00:08:37.440 Documenting C extension code using methods and including clear comments, preferably in YARD style, can bridge the gap and improve accessibility for Ruby users.
00:09:09.040 There’s a need for a consensus on the best practices for packaging C extensions. The RubyGems API provides guidance on managing compilation, but there isn’t a universally agreed-upon method.
00:09:50.280 As for FFI (Foreign Function Interface), while it wasn't covered in detail today, it is still a viable option to consider when performance comparisons are made against C extensions.
00:10:18.760 In conclusion, C extensions have a valid place in the Ruby ecosystem. When used properly, they enhance performance and allow integration with existing libraries, proving how they are alive and well in the Ruby community.

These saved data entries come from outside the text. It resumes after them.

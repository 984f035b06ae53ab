"""Every output kind read by general-purpose clients that nobody on the project wrote.

External checks, each named beside its assertions:
* cf-python / cfdm (the CF data model's reference implementation in Python):
  ``cf.read`` sees trajectories as trajectory features with their auxiliary
  coordinates; ``dataset_compliance()`` reports nothing for any output kind;
* pyproj (PROJ): ``CRS.from_cf`` builds a geographic CRS from the grid mapping;
* netCDF-C's ``nccopy`` (Debian ``netcdf-bin``): ``-k classic`` (netCDF-3) then
  ``-k nc4`` gives back the same data and attributes;
* compliance-checker's ACDD-1.3 suite: nothing highly recommended is missing.
"""

from __future__ import annotations

import subprocess
from pathlib import Path

import cf
import cfdm
import numpy as np
import pyproj
import pytest
import xarray as xr
from compliance_checker.runner import CheckSuite

from flowpipe import annotate
from flowpipe.choices import QUALITY_FIGURES
from flowpipe.cli import main
from flowpipe.constants import EARTH_RADIUS

ROOT = Path(__file__).resolve().parents[1]
GLOBAL = str(ROOT / "sample_data" / "demo_global.nc")
REGIONAL = str(ROOT / "sample_data" / "demo_regional.nc")


@pytest.fixture(scope="module")
def outputs(tmp_path_factory) -> dict[str, Path]:
    """One file of every output kind, from the sample data."""
    d = tmp_path_factory.mktemp("clients")
    made = {
        "spectral": ["decompose", GLOBAL, "--kinematics"],
        "variational": ["decompose", REGIONAL, "--scheme", "variational"],
        "dirichlet": ["decompose", REGIONAL, "--scheme", "dirichlet"],
        "quantized": ["decompose", GLOBAL, "--significant-digits", "3"],
        "circulation": ["circulation", REGIONAL, "--box", "46,56,-26,-4", "--circle",
                        "50,-20,300"],
        "tracks": ["advect", GLOBAL, "--start", "52,4,700", "--start", "40,-170,500",
                   "--hours", "24", "--backward", "--vertical", "omega", "--sample", "ta"],
        "tracks-regional": ["advect", REGIONAL, "--start", "55,-10,850", "--start", "50,5,850",
                            "--hours", "24"],
    }
    files = {}
    for kind, args in made.items():
        files[kind] = d / f"{kind}.nc"
        assert main([*args, "-o", str(files[kind])]) == 0
    return files


def _fields(path: Path) -> list:
    return list(cf.read(str(path)))


@pytest.mark.parametrize("kind", ["spectral", "variational", "dirichlet", "quantized", "tracks",
                                  "tracks-regional"])
def test_cfdm_finds_nothing_to_report(outputs, kind):
    # cfdm's dataset_compliance(): the non-conformances it met while reading (empty but
    # for the version it read as).
    for field in cfdm.read(str(outputs[kind])):
        report = field.dataset_compliance()
        assert set(report) <= {"CF version"}, report


def test_cfdm_reads_the_quantization(outputs):
    # cfdm (CF section 8.4): each quantized field has a Quantization naming the algorithm
    # and the digits kept, from the container variable and the per-variable attribute.
    fields = [f for f in cfdm.read(str(outputs["quantized"])) if f.get_quantization(None)]
    assert {f.identity() for f in fields} >= {"atmosphere_horizontal_streamfunction",
                                              "atmosphere_relative_vorticity"}
    for field in fields:
        q = field.get_quantization()
        assert q.get_parameter("algorithm") == "granular_bitround"
        assert int(q.get_parameter("quantization_nsd")) == 3
        assert "libnetcdf" in q.get_parameter("implementation")


@pytest.mark.parametrize("kind", ["tracks", "tracks-regional"])
def test_cf_python_reads_trajectory_features(outputs, kind):
    # cf-python: a CF-1.11 section 9 file gives fields with featureType trajectory whose
    # data have time, latitude, longitude (and the vertical position) as auxiliary coordinates.
    fields = _fields(outputs[kind])
    per_point = [f for f in fields if f.identity() == "wind_speed"]
    assert len(per_point) == 1
    speed = per_point[0]
    assert speed.featureType == "trajectory"
    names = {c.identity() for c in speed.auxiliary_coordinates().values()}
    assert {"time", "latitude", "longitude", "air_pressure"} <= names
    assert all(f.featureType == "trajectory" for f in fields)


def test_cf_python_compares_times_of_decomposition_and_trajectories(outputs):
    # cf-python refuses to compare times of different calendars; the calendar of the
    # input is kept in every output kind.
    grid = next(f for f in _fields(outputs["spectral"]) if f.identity() ==
                "atmosphere_horizontal_streamfunction")
    track = next(f for f in _fields(outputs["tracks"]) if f.identity() == "wind_speed")
    grid_time = grid.dimension_coordinate("time")
    track_time = track.auxiliary_coordinate("time")
    assert grid_time.calendar == track_time.calendar
    with xr.open_dataset(GLOBAL, decode_times=False) as source:
        assert grid_time.calendar == source["time"].attrs.get("calendar", "standard")
    assert bool(track_time.datetime_array.max() <= grid_time.datetime_array.max())


@pytest.mark.parametrize("kind", ["spectral", "variational", "dirichlet", "quantized"])
def test_pyproj_builds_a_geographic_crs_from_the_grid_mapping(outputs, kind):
    # pyproj.CRS.from_cf (PROJ), from the grid mapping each field names (CF 1.11 section 5.6).
    with xr.open_dataset(outputs[kind]) as ds:
        fields = [n for n in ds.data_vars if {"latitude", "longitude"} <= set(ds[n].dims)
                  and not n.endswith("_bounds")]
        assert fields
        assert {ds[n].attrs["grid_mapping"] for n in fields} == {"crs"}
        crs = pyproj.CRS.from_cf(ds["crs"].attrs)
        assert crs.is_geographic
        assert crs.ellipsoid.semi_major_metre == pytest.approx(EARTH_RADIUS)
        assert crs.ellipsoid.semi_minor_metre == pytest.approx(EARTH_RADIUS)
        for axis in ("latitude", "longitude"):
            bounds = ds[ds[axis].attrs["bounds"]].values
            # CF 1.11 section 7.1: each point lies within its cell, cells are contiguous
            assert np.all((bounds[:, 0] <= ds[axis].values) & (ds[axis].values <= bounds[:, 1]))
            np.testing.assert_array_equal(bounds[1:, 0], bounds[:-1, 1])
        assert ds["latitude"].attrs["axis"] == "Y" and ds["longitude"].attrs["axis"] == "X"


@pytest.mark.parametrize("kind", ["spectral", "variational", "dirichlet", "quantized", "tracks",
                                  "tracks-regional", "circulation"])
def test_nccopy_classic_round_trip(outputs, kind, tmp_path):
    # netCDF-C nccopy: into the classic (netCDF-3) format and back to netCDF-4.
    classic, back = tmp_path / "classic.nc", tmp_path / "back.nc"
    for kind_flag, source, target in (("classic", outputs[kind], classic), ("nc4", classic, back)):
        run = subprocess.run(["nccopy", "-k", kind_flag, str(source), str(target)],
                             capture_output=True, text=True)
        assert run.returncode == 0, run.stderr
    with xr.open_dataset(outputs[kind]) as original, xr.open_dataset(back) as copied:
        xr.testing.assert_identical(original, copied)


def test_trajectory_longitudes_are_minus_180_to_180(outputs):
    # The documented convention for trajectory files (README): [-180, 180) degrees east,
    # from global (0..360) and regional inputs alike; a start at -170 comes back as -170.
    for kind in ("tracks", "tracks-regional"):
        with xr.open_dataset(outputs[kind]) as ds:
            lon = ds["longitude"].values
            finite = lon[np.isfinite(lon)]
            assert finite.size and finite.min() >= -180.0 and finite.max() < 180.0
    with xr.open_dataset(outputs["tracks"]) as ds:
        assert ds["longitude"].values[1, 0] == pytest.approx(-170.0)


def test_times_missing_exactly_where_positions_are(outputs):
    # CF 1.11 section 9.3.2 (incomplete multidimensional array): the padding after a
    # trajectory ends is missing in every per-point coordinate at once.
    with xr.open_dataset(outputs["tracks-regional"]) as ds:
        names = list(ds["status"].attrs["flag_meanings"].split())
        status = [names[int(s)] for s in ds["status"].values]
        assert "left_domain" in status  # the sample's eastern start leaves the small domain
        lat_missing = np.isnan(ds["latitude"].values)
        assert lat_missing.any()
        np.testing.assert_array_equal(np.isnat(ds["time"].values), lat_missing)
        np.testing.assert_array_equal(np.isnan(ds["longitude"].values), lat_missing)
        np.testing.assert_array_equal(np.isnan(ds["wind_speed"].values), lat_missing)


def test_wind_speed_along_the_path_is_the_parcels_speed(outputs):
    # A parcel moves with the wind: the great-circle distance between recorded positions
    # (haversine formula, Sinnott 1984, Sky and Telescope 68, 159) over the hour between
    # them is the mean of the wind speed at its ends, to the curvature of the path.
    with xr.open_dataset(outputs["tracks-regional"]) as ds:
        lat, lon = np.radians(ds["latitude"].values[0]), np.radians(ds["longitude"].values[0])
        speed = ds["wind_speed"].values[0]
        seconds = np.diff(ds["time"].values[0]) / np.timedelta64(1, "s")
    half = (np.sin(np.diff(lat) / 2) ** 2
            + np.cos(lat[1:]) * np.cos(lat[:-1]) * np.sin(np.diff(lon) / 2) ** 2)
    moved = 2 * EARTH_RADIUS * np.arcsin(np.sqrt(half)) / seconds
    ok = np.isfinite(moved)
    assert ok.sum() > 5
    np.testing.assert_allclose(moved[ok], 0.5 * (speed[1:] + speed[:-1])[ok], rtol=0.03)


def test_trajectory_ids_unique_across_inputs_and_starts(outputs, tmp_path):
    # cf_role trajectory_id (CF 1.11 section 9.5): ids must tell trajectories apart when
    # files from different inputs are combined.
    with xr.open_dataset(outputs["tracks"]) as a, xr.open_dataset(outputs["tracks-regional"]) as b:
        assert a["trajectory_id"].attrs["cf_role"] == "trajectory_id"
        ids = [*a["trajectory_id"].values, *b["trajectory_id"].values]
    assert len(set(ids)) == len(ids) == 4
    again = tmp_path / "again.nc"
    assert main(["advect", REGIONAL, "--start", "55,-10,850", "--start", "55,-10,850",
                 "--hours", "24", "-o", str(again)]) == 0
    with xr.open_dataset(again) as c:
        same_start = list(c["trajectory_id"].values)
    assert len(set(same_start)) == 2  # the same start twice is still two trajectories


@pytest.mark.parametrize(("values", "expected"), [
    # hand-worked arcs (common practice: the smallest interval on the circle holding them)
    ([-10.0, 20.0, 5.0], (-10.0, 20.0)),
    ([170.0, 179.0, -175.0, -160.0], (170.0, -160.0)),  # crosses 180
    ([0.0, 90.0, 180.0, 270.0], (0.0, 270.0)),           # equal gaps: the values' own range
    ([-1.0, 1.0, 359.0], (-1.0, 1.0)),                   # 359 is -1: a 2-degree arc
    (list(np.arange(0.0, 360.0, 2.0)), (0.0, 358.0)),    # a global grid keeps its own range
])
def test_longitude_range_is_the_shortest_arc(values, expected):
    assert annotate.longitude_range(np.array(values)) == expected


def test_track_crossing_the_date_line_has_a_narrow_acdd_extent(tmp_path):
    # ACDD-1.3 geospatial_lon_min/max: a west end greater than the east end marks a
    # crossing of 180 degrees; a track near 180 must not claim the whole globe.
    out = tmp_path / "dateline.nc"
    # westerlies at 40 N: backward from 178 W the parcel crosses 180 into the east
    assert main(["advect", GLOBAL, "--start", "40,-178,500", "--hours", "24", "--backward",
                 "-o", str(out)]) == 0
    with xr.open_dataset(out) as ds:
        lon = ds["longitude"].values[0]
        west, east = ds.attrs["geospatial_lon_min"], ds.attrs["geospatial_lon_max"]
    assert lon.max() > 170.0 and lon.min() < -170.0  # it did cross
    assert west > east
    span = (east - west) % 360.0
    assert span < 40.0
    assert all(((x - west) % 360.0) <= span + 1e-9 for x in lon[np.isfinite(lon)])


def test_site_metadata_fills_acdd_and_config(outputs, tmp_path):
    # compliance-checker's ACDD-1.3 suite: with a site's attributes given on the command line,
    # nothing highly recommended or recommended is missing but what a site decides itself.
    site = {"institution": "Harbour Weather Office", "creator_name": "Night shift",
            "creator_email": "night@example.org", "creator_url": "https://example.org",
            "publisher_name": "Harbour Weather Office", "publisher_email": "desk@example.org",
            "publisher_url": "https://example.org", "license": "CC-BY-4.0",
            "project": "Estuary winds", "naming_authority": "org.example",
            "acknowledgement": "Invented for the tests", "processing_level": "derived",
            "geospatial_bounds_vertical_crs": "none (pressure levels)", "id_prefix": "hwo-"}
    out = tmp_path / "site.nc"
    args = [arg for key, value in site.items() for arg in ("--attribute", f"{key}={value}")]
    assert main(["decompose", GLOBAL, "-o", str(out), *args, "--attribute",
                 "Conventions=mine"]) == 0
    with xr.open_dataset(out) as ds:
        assert ds.attrs["institution"] == "Harbour Weather Office"
        assert ds.attrs["id"].startswith("hwo-")
        assert ds.attrs["Conventions"] == annotate.CONVENTIONS  # protected
    cs = CheckSuite()
    cs.load_all_available_checkers()
    ds = cs.load_dataset(str(out))
    groups = cs.run_all(ds, ["acdd:1.3"], skip_checks=[])
    missing = [r for r in groups["acdd:1.3"][0] if r.value is False or (
        isinstance(r.value, tuple) and r.value[0] < r.value[1])]
    assert not [r.msgs for r in missing if r.weight == 2]
    # what no table can fill: a standard name for variables the CF table has none for
    unnamed = {name for name, (standard, _, _) in annotate.VARIABLES.items() if standard is None}
    unnamed |= set(QUALITY_FIGURES)  # the per-slab quality figures (reconstruction_error, ...)
    for result in (r for r in missing if r.weight == 3):
        name = result.name.split('"')[1]
        assert name in unnamed and result.msgs == ["standard_name"], (result.name, result.msgs)


def test_metadata_table_in_a_batch_config(tmp_path):
    # The [metadata] table (configs/README.md): stamped on every output; a key that is not
    # an attribute name is an error naming its line.
    config = tmp_path / "site.toml"
    config.write_text(f"""[input]
paths = ["{GLOBAL}"]
[decompose]
[metadata]
institution = "Harbour Weather Office"
license = "CC-BY-4.0"
[output]
directory = "out"
""")
    assert main(["run", str(config), "--quiet"]) == 0
    written = next((tmp_path / "out").glob("*_decomposition.nc"))
    with xr.open_dataset(written) as ds:
        assert ds.attrs["institution"] == "Harbour Weather Office"
        assert ds.attrs["license"] == "CC-BY-4.0"
    config.write_text(config.read_text().replace('license = ', 'bad-key = '))
    run = subprocess.run([str(ROOT / ".venv" / "bin" / "flowpipe"), "run", str(config)],
                         capture_output=True, text=True)
    assert run.returncode == 2
    assert run.stderr.count("\n") == 1 and "line 6" in run.stderr and "bad-key" in run.stderr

00:10:58.680 Ultimately, developers should embrace C extensions while maintaining a dedication to clear documentation and user accessibility.
00:11:07.760 Thank you for your time. Do you have any questions? I'd be happy to take them.
00:11:20.240 Is there a good convention for packaging C extensions? There’s some guidance in the RubyGems API, but no widely accepted standard.
00:11:30.240 For any specific queries about packaging or compiling C extensions, I suggest seeking advice in the RubyGems IRC Channel.
00:11:37.240 Thanks again for attending! I hope you found this discussion helpful.
00:11:46.040 It's been a pleasure sharing these insights with you.